Your task: The expected answer holds every line from the first line of the data below through the line containing "pub struct IdealRequest", exactly as written, and no other line.

Segment Start: The data

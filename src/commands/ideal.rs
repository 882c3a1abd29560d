//! `vigil ideal`: the ideal observer of Green & Swets (1966) for one presence rate, d′ and
//! payoff matrix — the optimal criterion, the rates and expected payoff it gives, optionally a
//! partially adjusted criterion, and a scan over the payoff ratio.
//!
//! The mathematics lives in [`crate::model::ideal`]; this module only checks the options
//! (naming the option in every error), claims the JSON file, calls the model and hands the
//! figures to [`crate::report::ideal_text`].
//!
//! Exit codes as for the other commands (see [`crate::commands`]): 2 for a bad option value or an
//! output path that cannot be written (both found before any work); 1 otherwise.

use super::AppError;
use crate::model::ideal::{IdealError, IdealObserver, Payoffs, log_spaced, scan_payoff_ratios};
use crate::output::CommitSet;
use crate::report;
use crate::report::format::plain;
use crate::report::ideal_text::{IdealFigures, PartialAdjustment, PayoffScan};
use std::path::PathBuf;

/// Largest number of payoff ratios `--scan` accepts (a readable table, not a data dump).
pub const MAX_SCAN_POINTS: usize = 1000;

/// Options of `vigil ideal`.
#[derive(Debug, Clone, PartialEq)]
pub struct IdealRequest {
    /// Sensitivity d′ (finite, > 0).
    pub d_prime: f64,
    /// P(stimulus present on a trial), strictly between 0 and 1.
    pub presence: f64,
    /// V_H, C_M, V_CR, C_FA: value of a hit, cost of a miss, value of a correct rejection,
    /// cost of a false alarm (amounts ≥ 0; costs are subtracted).
    pub payoffs: [f64; 4],
    /// Partial adjustment: the criterion f·c_opt, f in [0, 1].
    pub fraction: Option<f64>,
    /// A scan of the payoff ratio R: (low, high, points), log-spaced.
    pub scan: Option<(f64, f64, usize)>,
    /// Also write the figures as JSON.
    pub json: Option<PathBuf>,
}

/// What `--payoffs` accepts, for error messages.
pub const PAYOFFS_ALLOWED: &str = "four amounts V_H,C_M,V_CR,C_FA separated by commas (value of a hit, cost of a miss, \
value of a correct rejection, cost of a false alarm), each a number ≥ 0, with V_H + C_M > 0 and V_CR + C_FA > 0; e.g. 1,1,1,1";

/// What `--scan` accepts, for error messages.
pub fn scan_allowed() -> String {
    format!(
        "LOW:HIGH:POINTS — payoff ratios R = (V_CR + C_FA)/(V_H + C_M) with 0 < LOW ≤ HIGH and \
         POINTS a whole number from 1 to {MAX_SCAN_POINTS}, log-spaced; e.g. 0.1:10:9"
    )
}

/// Parses `--payoffs V_H,C_M,V_CR,C_FA` (syntax only; amounts are checked by [`ideal`]).
/// Used as the command line's value parser, so a malformed value exits with code 2.
pub fn parse_payoffs(text: &str) -> Result<[f64; 4], String> {
    let parts: Vec<&str> = text.split(',').map(str::trim).collect();
    let malformed = || format!("`{text}` is not four numbers\n  allowed: {PAYOFFS_ALLOWED}");
    if parts.len() != 4 {
        return Err(malformed());
    }
    let mut out = [0.0; 4];
    for (slot, part) in out.iter_mut().zip(&parts) {
        *slot = part.parse::<f64>().map_err(|_| malformed())?;
    }
    Ok(out)
}

/// Parses `--scan LOW:HIGH:POINTS` (syntax only; ranges are checked by [`ideal`]).
pub fn parse_scan(text: &str) -> Result<(f64, f64, usize), String> {
    let malformed = || {
        format!(
            "`{text}` is not LOW:HIGH:POINTS\n  allowed: {}",
            scan_allowed()
        )
    };
    let parts: Vec<&str> = text.split(':').map(str::trim).collect();
    let [low, high, points] = parts.as_slice() else {
        return Err(malformed());
    };
    let low = low.parse::<f64>().map_err(|_| malformed())?;
    let high = high.parse::<f64>().map_err(|_| malformed())?;
    let points = points.parse::<usize>().map_err(|_| malformed())?;
    Ok((low, high, points))
}

/// A bad option value: the option, the value given, the problem and what is allowed.
fn input_error(
    option: &str,
    given: &str,
    problem: impl std::fmt::Display,
    allowed: &str,
) -> AppError {
    AppError::Input(format!(
        "option {option} {given}: {problem}\n  allowed: {allowed}"
    ))
}

/// The option an [`IdealError`] comes from, with what that option accepts.
fn option_of(err: &IdealError) -> (&'static str, String) {
    match err {
        IdealError::Payoff { .. }
        | IdealError::NothingAtStakeWhenPresent
        | IdealError::NothingAtStakeWhenAbsent => ("--payoffs", PAYOFFS_ALLOWED.to_string()),
        IdealError::PresenceRate(_) => (
            "--presence",
            "a probability strictly between 0 and 1, e.g. 0.25".to_string(),
        ),
        IdealError::DPrime(_) => ("--d-prime", "a finite number > 0, e.g. 1.5".to_string()),
        IdealError::Fraction(_) => (
            "--fraction",
            "a number from 0 (criterion left at c = 0) to 1 (criterion at c_opt), e.g. 0.5"
                .to_string(),
        ),
        IdealError::Grid { .. } | IdealError::PayoffRatio(_) => ("--scan", scan_allowed()),
        IdealError::Criterion(_) => ("--fraction", "a finite criterion".to_string()),
    }
}

/// The `--payoffs` value as given, each amount spelled shortly.
fn payoffs_given(req: &IdealRequest) -> String {
    req.payoffs.map(plain).join(",")
}

/// Refuses inputs whose optimum overflows floating point: a payoff ratio, β_opt or c_opt
/// that is not a finite number (amounts near 1e308, or a d′ so small that ln β_opt / d′
/// overflows) would otherwise be reported as "inf".
fn finite_optimum(req: &IdealRequest, observer: &IdealObserver) -> Result<(), AppError> {
    let ratio = observer.payoffs().ratio();
    let beta = observer.optimal_beta();
    if !(ratio.is_finite() && ratio > 0.0 && beta.is_finite() && beta > 0.0) {
        return Err(input_error(
            "--payoffs",
            &payoffs_given(req),
            "the payoff ratio (V_CR + C_FA)/(V_H + C_M) or β_opt overflows floating point",
            PAYOFFS_ALLOWED,
        ));
    }
    if !observer.optimal_outcome().criterion.is_finite() {
        return Err(input_error(
            "--d-prime",
            &plain(req.d_prime),
            "c_opt = ln β_opt / d′ overflows floating point at this d′",
            "a finite number > 0 large enough that ln β_opt / d′ is finite, e.g. 1.5",
        ));
    }
    Ok(())
}

/// A request whose every value has been checked.
struct Validated {
    observer: IdealObserver,
    fraction: Option<f64>,
    grid: Option<Vec<f64>>,
}

/// Checks every option and returns the validated observer, the partial-adjustment
/// fraction and the scan grid. Nothing is computed or written before this succeeds.
fn validate(req: &IdealRequest) -> Result<Validated, AppError> {
    let given = |err: &IdealError| -> String {
        match err {
            IdealError::Payoff { .. }
            | IdealError::NothingAtStakeWhenPresent
            | IdealError::NothingAtStakeWhenAbsent => payoffs_given(req),
            IdealError::PresenceRate(p) => plain(*p),
            IdealError::DPrime(d) => plain(*d),
            IdealError::Fraction(f) | IdealError::Criterion(f) => plain(*f),
            IdealError::Grid { .. } | IdealError::PayoffRatio(_) => req
                .scan
                .map(|(l, h, n)| format!("{}:{}:{n}", plain(l), plain(h)))
                .unwrap_or_default(),
        }
    };
    let wrap = |err: IdealError| {
        let (option, allowed) = option_of(&err);
        input_error(option, &given(&err), &err, &allowed)
    };
    // The payoffs are checked first (the observer is built from them), then d′ and presence.
    let [v_hit, c_miss, v_cr, c_fa] = req.payoffs;
    let observer = IdealObserver::new(
        req.d_prime,
        req.presence,
        Payoffs::new(v_hit, c_miss, v_cr, c_fa).map_err(wrap)?,
    )
    .map_err(wrap)?;
    finite_optimum(req, &observer)?;
    if let Some(f) = req.fraction {
        observer.partial_criterion(f).map_err(wrap)?;
    }
    let grid = match req.scan {
        None => None,
        Some((low, high, points)) => {
            let given = format!("{}:{}:{points}", plain(low), plain(high));
            if !(1..=MAX_SCAN_POINTS).contains(&points) {
                return Err(input_error(
                    "--scan",
                    &given,
                    format!("{points} points is outside 1 to {MAX_SCAN_POINTS}"),
                    &scan_allowed(),
                ));
            }
            let grid = log_spaced(low, high, points).map_err(|_| {
                input_error(
                    "--scan",
                    &given,
                    "the payoff ratios must be finite with 0 < LOW ≤ HIGH",
                    &scan_allowed(),
                )
            })?;
            Some(grid)
        }
    };
    Ok(Validated {
        observer,
        fraction: req.fraction,
        grid,
    })
}

/// The figures for a validated request: the optimum, the partially adjusted criterion and
/// the scan rows.
fn compute(
    observer: IdealObserver,
    fraction: Option<f64>,
    grid: Option<&[f64]>,
) -> Result<IdealFigures, IdealError> {
    let optimal = observer.optimal_outcome();
    let partial = match fraction {
        None => None,
        Some(f) => {
            let outcome = observer.outcome(observer.partial_criterion(f)?)?;
            Some(PartialAdjustment {
                fraction: f,
                payoff_lost: optimal.expected_payoff - outcome.expected_payoff,
                outcome,
            })
        }
    };
    let scan = match grid {
        None => None,
        Some(ratios) => Some(PayoffScan {
            rows: scan_payoff_ratios(observer.d_prime(), observer.presence_rate(), ratios)?,
        }),
    };
    Ok(IdealFigures {
        observer,
        optimal_beta: observer.optimal_beta(),
        optimal,
        partial,
        scan,
    })
}

/// Runs `vigil ideal`: checks the options, claims the JSON file, computes and returns the
/// terminal report (the JSON file is written whole, or not at all).
pub fn ideal(req: &IdealRequest) -> Result<String, AppError> {
    let Validated {
        observer,
        fraction,
        grid,
    } = validate(req)?;
    let mut outputs = CommitSet::new();
    let json = req
        .json
        .as_deref()
        .map(|p| outputs.claim("--json", p))
        .transpose()?;
    let figures = compute(observer, fraction, grid.as_deref())
        .map_err(|e| AppError::Internal(e.to_string()))?;
    if let Some(slot) = json {
        let bytes = report::ideal_text::render_json(&figures)
            .map_err(|e| AppError::Internal(e.to_string()))?;
        outputs.write(slot, &bytes)?;
    }
    // An output named `-` takes standard output in place of the terminal report.
    match outputs.commit()? {
        Some(bytes) => Ok(String::from_utf8_lossy(&bytes).into_owned()),
        None => Ok(report::ideal_text::render(&figures)),
    }
}

#[cfg(test)]
mod tests {
    use super::*;

    fn request() -> IdealRequest {
        IdealRequest {
            d_prime: 1.5,
            presence: 0.25,
            payoffs: [1.0, 1.0, 1.0, 1.0],
            fraction: None,
            scan: None,
            json: None,
        }
    }

    #[test]
    fn parses_payoffs_and_scan() {
        assert_eq!(parse_payoffs("10, 5,1,1").unwrap(), [10.0, 5.0, 1.0, 1.0]);
        assert_eq!(parse_scan("0.1:10:9").unwrap(), (0.1, 10.0, 9));
        for bad in ["1,1,1", "1,1,1,1,1", "a,1,1,1", ""] {
            let err = parse_payoffs(bad).unwrap_err();
            assert!(err.contains("V_H,C_M,V_CR,C_FA"), "{bad}: {err}");
        }
        for bad in ["0.1:10", "0.1:10:x", "0.1:10:2.5", "a:b:c"] {
            assert!(
                parse_scan(bad).unwrap_err().contains("LOW:HIGH:POINTS"),
                "{bad}"
            );
        }
    }

    #[test]
    fn each_bad_value_names_its_option_and_exits_2() {
        let cases: Vec<(IdealRequest, &str)> = vec![
            (
                IdealRequest {
                    d_prime: 0.0,
                    ..request()
                },
                "--d-prime",
            ),
            (
                IdealRequest {
                    presence: 1.0,
                    ..request()
                },
                "--presence",
            ),
            (
                IdealRequest {
                    payoffs: [0.0, 0.0, 1.0, 1.0],
                    ..request()
                },
                "--payoffs",
            ),
            (
                IdealRequest {
                    payoffs: [1.0, -1.0, 1.0, 1.0],
                    ..request()
                },
                "--payoffs",
            ),
            (
                IdealRequest {
                    fraction: Some(1.5),
                    ..request()
                },
                "--fraction",
            ),
            (
                IdealRequest {
                    scan: Some((2.0, 1.0, 5)),
                    ..request()
                },
                "--scan",
            ),
            (
                IdealRequest {
                    scan: Some((0.1, 10.0, 0)),
                    ..request()
                },
                "--scan",
            ),
        ];
        for (req, option) in cases {
            let err = ideal(&req).unwrap_err();
            assert_eq!(err.exit_code(), 2, "{option}");
            let msg = err.to_string();
            assert!(msg.starts_with(&format!("option {option} ")), "{msg}");
            assert!(msg.contains("allowed:"), "{msg}");
        }
    }

    #[test]
    fn partial_adjustment_never_beats_the_optimum() {
        let req = IdealRequest {
            fraction: Some(0.5),
            ..request()
        };
        let v = validate(&req).unwrap();
        let figures = compute(v.observer, v.fraction, v.grid.as_deref()).unwrap();
        let partial = figures.partial.unwrap();
        assert!(partial.payoff_lost > 0.0);
        assert!((partial.outcome.criterion - 0.5 * figures.optimal.criterion).abs() < 1e-15);
    }
}
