//! `sensitivity.csv`: one row per design × assumption × value × driving test: the answer
//! with that value, the approximate power at the plan's own answer, and — at the corners
//! (each assumption's lowest and highest value) — the simulated power at the answer there.

use super::{num, opt, share, write};
use crate::uncertainty::SensitivityReport;

/// Column names, in order.
pub const COLUMNS: [&str; 16] = [
    "design",
    "assumption",
    "value",
    "plan_value",
    "animals",
    "trials",
    "cost",
    "test",
    "target",
    "approx_power",
    "approx_power_at_plan_answer",
    "corner",
    "simulated_power",
    "simulated_low",
    "simulated_high",
    "meets_targets",
];

pub fn render(report: Option<&SensitivityReport>) -> Result<Vec<u8>, csv::Error> {
    let mut rows = Vec::new();
    for d in report.map_or(&[][..], |r| &r.designs) {
        for s in &d.sweeps {
            for p in &s.points {
                let corner = s.corners.iter().find(|c| c.value == p.value);
                for (t, (name, target)) in d.tests.iter().enumerate() {
                    let a = p.answer.as_ref();
                    let mut row = vec![
                        d.design.clone(),
                        s.key.clone(),
                        num(p.value),
                        num(s.plan_value),
                        a.and_then(|a| a.chosen.animals)
                            .map_or_else(String::new, |n| n.to_string()),
                        a.map_or_else(String::new, |a| a.chosen.trials.to_string()),
                        opt(a.and_then(|a| a.cost)),
                        name.clone(),
                        opt(*target),
                        opt(a.and_then(|a| a.power.get(t).copied())),
                        opt(p.power_at_plan_answer.get(t).copied()),
                        corner.is_some().to_string(),
                    ];
                    match corner.and_then(|c| c.power.get(t).map(|s| (c, s))) {
                        Some((c, sh)) => {
                            row.extend(share(sh));
                            row.push(c.meets_targets.map_or_else(String::new, |m| m.to_string()));
                        }
                        None => row.extend(std::iter::repeat_n(String::new(), 4)),
                    }
                    rows.push(row);
                }
            }
        }
    }
    write(&COLUMNS, &rows)
}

Segment End: The data

Result:
filename src/commands/ideal.rs
repository 882c3a1abd29560d
//! `vigil ideal`: the ideal observer of Green & Swets (1966) for one presence rate, d′ and
//! payoff matrix — the optimal criterion, the rates and expected payoff it gives, optionally a
//! partially adjusted criterion, and a scan over the payoff ratio.
//!
//! The mathematics lives in [`crate::model::ideal`]; this module only checks the options
//! (naming the option in every error), claims the JSON file, calls the model and hands the
//! figures to [`crate::report::ideal_text`].
//!
//! Exit codes as for the other commands (see [`crate::commands`]): 2 for a bad option value or an
//! output path that cannot be written (both found before any work); 1 otherwise.

use super::AppError;
use crate::model::ideal::{IdealError, IdealObserver, Payoffs, log_spaced, scan_payoff_ratios};
use crate::output::CommitSet;
use crate::report;
use crate::report::format::plain;
use crate::report::ideal_text::{IdealFigures, PartialAdjustment, PayoffScan};
use std::path::PathBuf;

/// Largest number of payoff ratios `--scan` accepts (a readable table, not a data dump).
pub const MAX_SCAN_POINTS: usize = 1000;

/// Options of `vigil ideal`.
#[derive(Debug, Clone, PartialEq)]
pub struct IdealRequest {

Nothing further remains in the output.